A study conducted by Applied Economics, a consulting firm based in Phoenix, predicts Freedom Plaza would generate direct tax revenues of about $678,000 a year for Naperville and $2 million for DuPage County and the state.

City Manager Doug Krieger said the process for approving the project could be lengthy but likely would die if the council rejects changing the land use for the site.

Many say the project, especially the Alzheimer’s facility, appears to be a good one but the location, on Abriter Court just north of Diehl Road, in the Illinois Research & Development Corridor, is all wrong.

“The Alzheimer’s facility probably would be a benefit to the community, but not in that location,” council member Joe McElroy said. “It’s not good planning to agree to one inappropriate land use — in this case the Alzheimer’s facility — as a condition of getting something positive, like the hotel and conference center.”

Councilman Bob Fieseler agreed, saying he believes there could be space for all three components of the project, but not along the corridor.

“The Alzheimer facility they’re using as a linchpin for the financial viability of this project is not a research facility,” Fieseler said. “There is a desire to have facilities to care for people at that stage of their life, but is that appropriate in the research and development corridor?”

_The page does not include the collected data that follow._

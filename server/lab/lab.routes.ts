import { Router } from 'express';
import multer from 'multer';
import { z } from 'zod';
import { currentUser } from '../accounts/current-user';
import { AppError } from '../lib/errors';
import { parseOrThrow } from '../lib/validate';
import { batchIdParams, createBatchSchema, custodySchema, listBatchesQuery, resultsQuery, siteQuery } from './lab-batch-schemas';
import type { LabService } from './lab.service';
import { MAX_RESULTS_BYTES } from './results-csv';

/** One results file in the multipart field `file`; size refused as 413 in the API's format. */
const uploadResultsFile = multer({ storage: multer.memoryStorage(), limits: { fileSize: MAX_RESULTS_BYTES, files: 1, fields: 4, parts: 6 } }).single('file');

/** The JSON form of an upload, for scripts: `{fileName, csvText}` (the file's text, UTF-8). */
const jsonUploadSchema = z.strictObject({ fileName: z.string().trim().min(1).max(255), csvText: z.string() });

function jsonUpload(body: unknown): { fileName: string; bytes: Buffer } {
  if (body === undefined || (typeof body === 'object' && body !== null && Object.keys(body).length === 0)) {
    throw new AppError('bad_request', 'Attach the results CSV in the form field "file"');
  }
  const { fileName, csvText } = parseOrThrow(jsonUploadSchema, body, 'results upload');
  return { fileName, bytes: Buffer.from(csvText, 'utf8') };
}

/**
 * `GET /api/reference-standards`, `GET /api/lab-batches/candidates`, `GET|POST /api/lab-batches`,
 * `GET /api/lab-batches/:id`, `PATCH /api/lab-batches/:id/custody`,
 * `GET /api/lab-batches/:id/submission.csv`, `POST /api/lab-batches/:id/send`,
 * `POST /api/lab-batches/:id/results?dryRun=true|false`.
 */
export function labRoutes(lab: LabService): Router {
  const router = Router();

  router.get('/reference-standards', async (request, response) => {
    parseOrThrow(z.strictObject({}), request.query, 'query');
    response.json({ items: await lab.listStandards(currentUser(request)) });
  });

  router.get('/lab-batches/candidates', async (request, response) => {
    const { siteId } = parseOrThrow(siteQuery, request.query, 'query');
    response.json({ items: await lab.listCandidates(currentUser(request), siteId) });
  });

  router.get('/lab-batches', async (request, response) => {
    const filter = parseOrThrow(listBatchesQuery, request.query, 'query');
    response.json({ items: await lab.listBatches(currentUser(request), filter) });
  });

  router.post('/lab-batches', async (request, response) => {
    const input = parseOrThrow(createBatchSchema, request.body, 'lab batch');
    response.status(201).json(await lab.createBatch(currentUser(request), input));
  });

  router.get('/lab-batches/:id', async (request, response) => {
    const { id } = parseOrThrow(batchIdParams, request.params, 'batch id');
    response.json(await lab.getBatch(currentUser(request), id));
  });

  router.patch('/lab-batches/:id/custody', async (request, response) => {
    const { id } = parseOrThrow(batchIdParams, request.params, 'batch id');
    const changes = parseOrThrow(custodySchema, request.body, 'chain of custody');
    response.json(await lab.updateCustody(currentUser(request), id, changes));
  });

  router.get('/lab-batches/:id/submission.csv', async (request, response) => {
    const { id } = parseOrThrow(batchIdParams, request.params, 'batch id');
    const { fileName, csv } = await lab.submissionCsv(currentUser(request), id);
    response.setHeader('Content-Type', 'text/csv; charset=utf-8');
    response.setHeader('Content-Disposition', `attachment; filename="${fileName}"`);
    response.send(csv);
  });

  router.post('/lab-batches/:id/send', async (request, response) => {
    const { id } = parseOrThrow(batchIdParams, request.params, 'batch id');
    response.json(await lab.sendBatch(currentUser(request), id));
  });

  router.post('/lab-batches/:id/results', async (request, response) => {
    const user = currentUser(request);
    const { id } = parseOrThrow(batchIdParams, request.params, 'batch id');
    const { dryRun } = parseOrThrow(resultsQuery, request.query, 'query');
    // Check access before reading the upload, so a stranger's file is never parsed.
    await lab.loadBatch(user, id, 'lab:results');
    await new Promise<void>((resolve, reject) => {
      uploadResultsFile(request, response, (error: unknown) => {
        if (error instanceof multer.MulterError) {
          reject(error.code === 'LIMIT_FILE_SIZE'
            ? new AppError('payload_too_large', `A results file may be at most ${MAX_RESULTS_BYTES / 1048576} MB; nothing was saved`)
            : new AppError('bad_request', `The upload is not valid: ${error.message}; nothing was saved`));
        } else if (error) {
          reject(error);
        } else {
          resolve();
        }
      });
    });
    const file = request.file
      ? { fileName: request.file.originalname, bytes: request.file.buffer }
      : jsonUpload(request.body);
    response.json(await lab.importResults(user, id, file, dryRun === 'true'));
  });

  return router;
}
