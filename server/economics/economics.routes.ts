import { Router } from 'express';
import { z } from 'zod';
import { currentUser } from '../accounts/current-user';
import { parseOrThrow } from '../lib/validate';
import { economicsChangeSchema } from './economics-parameters';
import type { EconomicsService } from './economics.service';

const siteParams = z.strictObject({ siteId: z.uuid('the site is named by its id') });
const noQuery = z.strictObject({});

/** `GET /api/economics/:siteId` (parameters in force and their history), `PATCH` (managers set some). */
export function economicsRoutes(economics: EconomicsService): Router {
  const router = Router();

  router.get('/economics/:siteId', async (request, response) => {
    const { siteId } = parseOrThrow(siteParams, request.params, 'site id');
    parseOrThrow(noQuery, request.query, 'query');
    response.json(await economics.get(currentUser(request), siteId));
  });

  router.patch('/economics/:siteId', async (request, response) => {
    const user = currentUser(request);
    const { siteId } = parseOrThrow(siteParams, request.params, 'site id');
    const changes = parseOrThrow(economicsChangeSchema, request.body, 'economic parameters');
    response.json(await economics.update(user, siteId, changes));
  });

  return router;
}
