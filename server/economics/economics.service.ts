import { randomUUID } from 'node:crypto';
import type { CurrentUser } from '../accounts/current-user';
import { assertCan } from '../accounts/policy';
import type { Database } from '../db/database';
import type { SitesService, SiteView } from '../sites/sites.service';
import {
  BUILT_IN_ECONOMICS,
  PARAMETER_NAMES,
  fromSiteDefaults,
  type EconomicParameters,
  type ParameterName,
  type ParameterSource,
} from './economics-parameters';
import { EconomicsChange, SiteEconomicsRecord } from './economics.model';

/** One recorded change of a parameter. */
export interface EconomicsChangeView {
  readonly id: string;
  readonly parameter: ParameterName;
  readonly oldValue: string | number | null;
  readonly newValue: string | number | null;
  readonly changedById: string;
  readonly changedByName: string;
  readonly changedAt: string;
}

/** A site's parameters in force, where each came from, and the history of changes (newest first). */
export interface EconomicsView {
  readonly siteId: string;
  readonly parameters: EconomicParameters;
  readonly sources: Readonly<Record<ParameterName, ParameterSource>>;
  readonly updatedAt: string | null;
  readonly history: readonly EconomicsChangeView[];
}

/** Longest history the screen shows; older changes stay in the table. */
const HISTORY_LIMIT = 200;

function changeView(change: EconomicsChange): EconomicsChangeView {
  return {
    id: change.id, parameter: change.parameter as ParameterName, oldValue: change.oldValue, newValue: change.newValue,
    changedById: change.changedById, changedByName: change.changedByName, changedAt: change.changedAt.toISOString(),
  };
}

/**
 * Economic parameters per site. In force: what the manager set, else the site's defaults (set by an
 * admin on the site), else the built-in starting values, each labelled with its source. A change
 * stores the whole set and one history row per parameter that really changed, in one transaction.
 */
export function createEconomicsService({ database, sites }: { database: Database; sites: SitesService }) {
  async function inForce(site: SiteView): Promise<{ parameters: EconomicParameters; sources: Record<ParameterName, ParameterSource>; updatedAt: string | null }> {
    const record = await SiteEconomicsRecord.findByPk(site.id);
    const siteDefaults = fromSiteDefaults(site.economics);
    const stored = (record?.parameters ?? {}) as Partial<EconomicParameters>;
    const parameters: Record<string, unknown> = {};
    const sources = {} as Record<ParameterName, ParameterSource>;
    for (const name of PARAMETER_NAMES) {
      if (stored[name] !== undefined) {
        parameters[name] = stored[name];
        sources[name] = 'site';
      } else if (siteDefaults[name] !== undefined) {
        parameters[name] = siteDefaults[name];
        sources[name] = 'site-default';
      } else {
        parameters[name] = BUILT_IN_ECONOMICS[name];
        sources[name] = 'built-in';
      }
    }
    return { parameters: parameters as unknown as EconomicParameters, sources, updatedAt: record?.updatedAt?.toISOString() ?? null };
  }

  async function get(user: CurrentUser, siteId: string): Promise<EconomicsView> {
    const site = await sites.get(user, siteId);
    assertCan(user, 'shortlist:read', { siteId: site.id });
    const current = await inForce(site);
    const history = await EconomicsChange.findAll({ where: { siteId: site.id }, order: [['changedAt', 'DESC'], ['id', 'ASC']], limit: HISTORY_LIMIT });
    return { siteId: site.id, ...current, history: history.map(changeView) };
  }

  return {
    /** The parameters in force for a site (no history), for the shortlist. */
    async parametersInForce(user: CurrentUser, siteId: string) {
      const site = await sites.get(user, siteId);
      return { site, ...(await inForce(site)) };
    },

    /** The parameters and their history, for anyone who may read the shortlist. */
    get,

    /** Sets some parameters (managers of the site), recording each change. */
    async update(user: CurrentUser, siteId: string, changes: Partial<EconomicParameters>): Promise<EconomicsView> {
      const site = await sites.get(user, siteId);
      assertCan(user, 'economics:manage', { siteId: site.id });
      await database.transaction(async (transaction) => {
        const current = await inForce(site);
        const record = await SiteEconomicsRecord.findByPk(site.id, { transaction });
        const next = { ...current.parameters, ...changes };
        // Only what the manager set is stored, so defaults stay labelled as defaults.
        const stored = { ...((record?.parameters ?? {}) as Partial<EconomicParameters>), ...changes };
        const now = new Date();
        for (const name of PARAMETER_NAMES) {
          const oldValue = current.parameters[name];
          const newValue = next[name];
          if (changes[name] !== undefined && oldValue !== newValue) {
            await EconomicsChange.create(
              { id: randomUUID(), siteId: site.id, parameter: name, oldValue, newValue, changedById: user.id, changedByName: user.name, changedAt: now },
              { transaction },
            );
          }
        }
        if (record) {
          await record.update({ parameters: stored as EconomicParameters, updatedById: user.id, revision: (record.revision ?? 0) + 1 }, { transaction });
        } else {
          await SiteEconomicsRecord.create({ siteId: site.id, parameters: stored as EconomicParameters, updatedById: user.id, revision: 1 }, { transaction });
        }
      });
      return get(user, siteId);
    },
  };
}

/** The economics service as routes and the shortlist use it. */
export type EconomicsService = ReturnType<typeof createEconomicsService>;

Samir Lakhany, vice president of Superhost Enterprise, said his organization has studied the site for more than three years before deciding it was right for their proposal, including the health facility. Access and visibility from I-88 were key factors, he said. And without the CRL Alzheimer care facility, the project is dead.

“We are not able to complete the project without the participation of CRL. From our perspective, not only is the deal underwritten but it also benefits us from an operational standpoint,” Lakhany said. “If the facility is accessible, it will draw family and friends of the patients from outlying regions. Those people then support the hotel and restaurant.”

The group had sought tax incentives from the council, to the tune of $15 million, to complete the project, but Lakhany said those conversations ended when the project’s future came into question.

Councilmen Kenn Miller and Steve Chirico said they are holding off on making any decisions on the plan until more data is provided.

“But if that vote comes to a tie and I have to break it,” Chirico said, “the tie goes to jobs and economic development.”

Doug Krause, however, said he is ready to approve the project as soon as possible and will spend the week leading up to Tuesday’s council meeting trying to get his fellow councilmen on his side.

“That land has been vacant since God made it and our plan for office development in that corridor is 25 years old. Times have changed. No one is building office buildings any more,” Krause said. “This plan is all about jobs and more jobs. We need jobs and this is the opportunity we’ve been waiting for.”